**Your goal:** Every line below between the line holding "def stream() ->" and the line holding "records[:, 2], records[:, 3]", inclusive, should be repeated exactly, and all other lines omitted.

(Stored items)
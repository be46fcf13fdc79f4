"""The projection engine: how fast it draws, and how its time grows with what it is given.

Two sides of a ratio take turns, and the best of each counts: what else the machine does then touches both alike.
"""

from __future__ import annotations

import tempfile
import time
import zlib
from collections.abc import Callable, Iterator
from dataclasses import replace
from functools import cache
from pathlib import Path

import numpy as np
from crowd import SIDE_MPC, crowd, write_crowd
from run import Figure, figure

SPLAT_RADII = (1, 2, 4, 8, 16)


def best_of(turns: int, *sides: Callable[[], object]) -> list[float]:
    """Shortest time of each side in seconds, the sides taking turns."""
    best = [float("inf")] * len(sides)
    for _ in range(turns):
        for index, side in enumerate(sides):
            start = time.perf_counter()
            side()
            best[index] = min(best[index], time.perf_counter() - start)
    return best


def whole() -> Iterator[Figure]:
    """HDF5 to published atlas, beside numpy.histogram2d of the same positions and numpy.save of its result."""
    import h5py

    from tilemap.build_atlas import build_atlas

    count, pixels = 10_000_000, 8192
    with tempfile.TemporaryDirectory(prefix="tilemap-bench-") as name:
        folder = Path(name)
        build = write_crowd(folder, count, pixels)
        with h5py.File(folder / "crowd.hdf5") as file:
            position = file["gas/position"][:]

        def plain() -> None:
            image = np.histogram2d(position[:, 0], position[:, 1], bins=pixels, range=[[0, SIDE_MPC], [0, SIDE_MPC]])[0]
            np.save(folder / "plain.npy", image)

        # numba's compiled loops come from its cache, as in every build but the first on a machine
        ours, theirs = best_of(3, lambda: build_atlas(build, folder / "crowd.atlas", workers=2), plain)
        yield figure(
            "engine/whole",
            ours / theirs,
            "ratio",
            f"numpy.histogram2d + numpy.save of the same {count} positions on {pixels} x {pixels}, in memory already",
            seconds=round(ours, 2),
            plain_seconds=round(theirs, 2),
        )


@cache
def _stamps():
    from tilemap.project.stamps import stamps_for

    return stamps_for("cubic")


def splat() -> Iterator[Figure]:
    """Drawing alone, one core, on an image in cache, beside streaming float32 adds in cache on the same core."""
    from tilemap.project.splat import MARGIN, cell_order, draw

    random = np.random.default_rng(1)
    side, count = 256, 1 << 16
    a, b = np.ones(16384, dtype=np.float32), np.ones(16384, dtype=np.float32)
    rounds, draws = 400, 10  # both sides take some 20 ms a turn

    def stream() -> None:
        for _ in range(rounds):
            np.add(a, b, out=a)

    for radius in SPLAT_RADII:
        records = np.empty((count, 4), dtype=np.float32)
        records[:, :2] = random.random((count, 2)) * side
        # A build draws radii up to 15.4 pixels at a level; what is wider goes to a coarser one, where it is half as wide.
        level = 1 if radius > 15.4 else 0
        records[:, 2], records[:, 3] = radius, 1.0
        image = np.zeros((1, (side >> level) + 2 * MARGIN, (side >> level) + 2 * MARGIN), dtype=np.float32)
        order, _ = cell_order(records, 1.0 / (1 << level), (side >> level, side >> level))

        def drawn() -> None:
            for _ in range(draws):
                draw(image, records, order, 1.0 / (1 << level), _stamps(), finest=level == 0, wide=False)  # noqa: B023

        drawn()
        ours, theirs = best_of(40, drawn, stream)
        updates = draws * count * np.pi * radius**2 / ours
        adds = rounds * len(a) / theirs
        yield figure(
            f"engine/splat/{radius}",
            updates / adds,
            "ratio",
            f"useful pixel updates (pi r^2 a particle) a second over streaming float32 adds, {adds:.2e} a second",
            particles_per_second=round(draws * count / ours),
            drawn_at_level=level,
        )


class _Loose:
    """The engine without files: positions in memory to finished level-0 images."""

    def __init__(self, position: np.ndarray, radius: np.ndarray, pixels: int, top: int | None = None) -> None:
        from tilemap.project.camera import Camera
        from tilemap.project.scatter import make_plan

        self.camera = Camera(
            "z", 0.0, SIDE_MPC, SIDE_MPC / pixels, pixels, pixels, np.array([0.0, SIDE_MPC]), np.full(3, SIDE_MPC)
        )
        self.plan = make_plan(pixels, pixels, 1)
        if top is not None:
            self.plan = replace(self.plan, top=top, local=min(self.plan.local, top))
        self.position, self.radius = position, radius
        self.values = np.ones((len(position), 1), dtype=np.float32)

    def project(self) -> np.ndarray:
        from tilemap.project.scatter import Buckets
        from tilemap.project.vcycle import Cycle
        from tilemap.runners.local import LocalRunner
        from tilemap.spill import Runs

        buckets = Buckets(self.camera, self.plan, Runs(self.plan.buckets, 4))
        for start in range(0, len(self.position), 1 << 19):
            part = slice(start, start + (1 << 19))
            buckets.runs.add(*buckets.route(self.position[part], self.radius[part], self.values[part]))
        cycle = Cycle(self.plan, 1, _stamps())
        with LocalRunner(1) as runner:
            base = cycle.base(buckets, 0, runner)
        if self.plan.local == 0:
            margin = (base.shape[1] - self.plan.rows) // 2
            return base[0, margin:-margin, margin:-margin]
        image = np.empty((self.plan.rows, self.plan.columns), dtype=np.float32)
        side = self.plan.region_px
        for region in range(self.plan.regions[0] * self.plan.regions[1]):
            row, column = divmod(region, self.plan.regions[1])
            (top, left), (high, wide) = cycle.window(region)
            piece, _ = cycle.region(buckets, base[:, top : top + high, left : left + wide], region, 0)
            image[row * side : (row + 1) * side, column * side : (column + 1) * side] = piece[0]
        return image


def cycle() -> Iterator[Figure]:
    """The V-cycle beside drawing every particle at level 0, on the same clustered set with the same polynomial."""
    position, radius = crowd(10_000_000)
    keep = np.random.default_rng(2).choice(len(radius), 100_000, replace=False)
    with_levels = _Loose(position[keep], radius[keep], 4096)
    at_level_0 = _Loose(position[keep], radius[keep], 4096, top=0)
    reference = at_level_0.project()
    difference = np.abs(with_levels.project() - reference).sum(dtype=np.float64) / reference.sum(dtype=np.float64)
    ours, theirs = best_of(2, with_levels.project, at_level_0.project)
    yield figure(
        "engine/cycle",
        theirs / ours,
        "ratio",
        "drawing the same 100 000 particles at level 0 of 4096 x 4096, whatever their radius",
        l1_difference=float(f"{difference:.2e}"),
    )


def growth() -> Iterator[Figure]:
    """Time over what linear growth would give: ten times the particles, sixteen times the pixels."""
    position, radius = crowd(10_000_000)
    tenth = np.random.default_rng(3).choice(len(radius), 1_000_000, replace=False)
    # the same field with a tenth of the particles: each is as wide as 48 neighbours of that sampling
    fewer = _Loose(position[tenth], radius[tenth] * 10 ** (1 / 3), 4096)
    many = _Loose(position, radius, 4096)
    small, large = best_of(2, fewer.project, many.project)
    yield figure(
        "engine/growth/particles", large / small / 10, "ratio", "ten times the time of 1 000 000 particles, 4096 x 4096"
    )
    coarse, fine = _Loose(position[tenth], radius[tenth], 2048), _Loose(position[tenth], radius[tenth], 8192)
    small, large = best_of(3, coarse.project, fine.project)
    yield figure(
        "engine/growth/pixels",
        large / small / 16,
        "ratio",
        "sixteen times the time of 2048 x 2048, 1 000 000 particles",
    )


def cores() -> Iterator[Figure]:
    """A whole build with two workers beside the same with one."""
    from tilemap.build_atlas import build_atlas

    with tempfile.TemporaryDirectory(prefix="tilemap-bench-") as name:
        folder = Path(name)
        build = write_crowd(folder, 10_000_000, 8192)
        one, two = best_of(
            8,
            lambda: build_atlas(build, folder / "one.atlas", workers=1),
            lambda: build_atlas(build, folder / "two.atlas", workers=2),
        )
        yield figure("engine/cores", one / two, "ratio", "the same build with one worker", seconds=round(two, 2))


def tiles() -> Iterator[Figure]:
    """Coding, packing and writing shards beside zlib level 1 alone on the same codes, both on one core."""
    from tilemap.pyramid.coding import LogCoding
    from tilemap.pyramid.writer import SheetWriter

    position, radius = crowd(1_000_000)
    image = _Loose(position, radius, 4096).project() * np.float32(1e6)
    coding = LogCoding(-30.0)
    codes = coding.encode(image)
    with tempfile.TemporaryDirectory(prefix="tilemap-bench-") as name:
        count = 0

        def ours() -> None:
            nonlocal count
            count += 1
            SheetWriter(Path(name) / str(count), image.shape, 1, coding).put(0, 0, (0, 0), image)

        def plain() -> None:
            for i in range(0, 4096, 512):
                for j in range(0, 4096, 512):
                    zlib.compress(np.ascontiguousarray(codes[i : i + 512, j : j + 512]), 1)

        written, packed = best_of(3, ours, plain)
    megabytes = codes.nbytes / 1e6
    yield figure(
        "engine/tiles",
        packed / written,
        "ratio",
        f"zlib level 1 alone on the same bytes, {megabytes / packed:.0f} MB/s",
        megabytes_per_second=round(megabytes / written),
    )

**Output for this task:**
    def stream() -> None:
        for _ in range(rounds):
            np.add(a, b, out=a)

    for radius in SPLAT_RADII:
        records = np.empty((count, 4), dtype=np.float32)
        records[:, :2] = random.random((count, 2)) * side
        # A build draws radii up to 15.4 pixels at a level; what is wider goes to a coarser one, where it is half as wide.
        level = 1 if radius > 15.4 else 0
        records[:, 2], records[:, 3] = radius, 1.0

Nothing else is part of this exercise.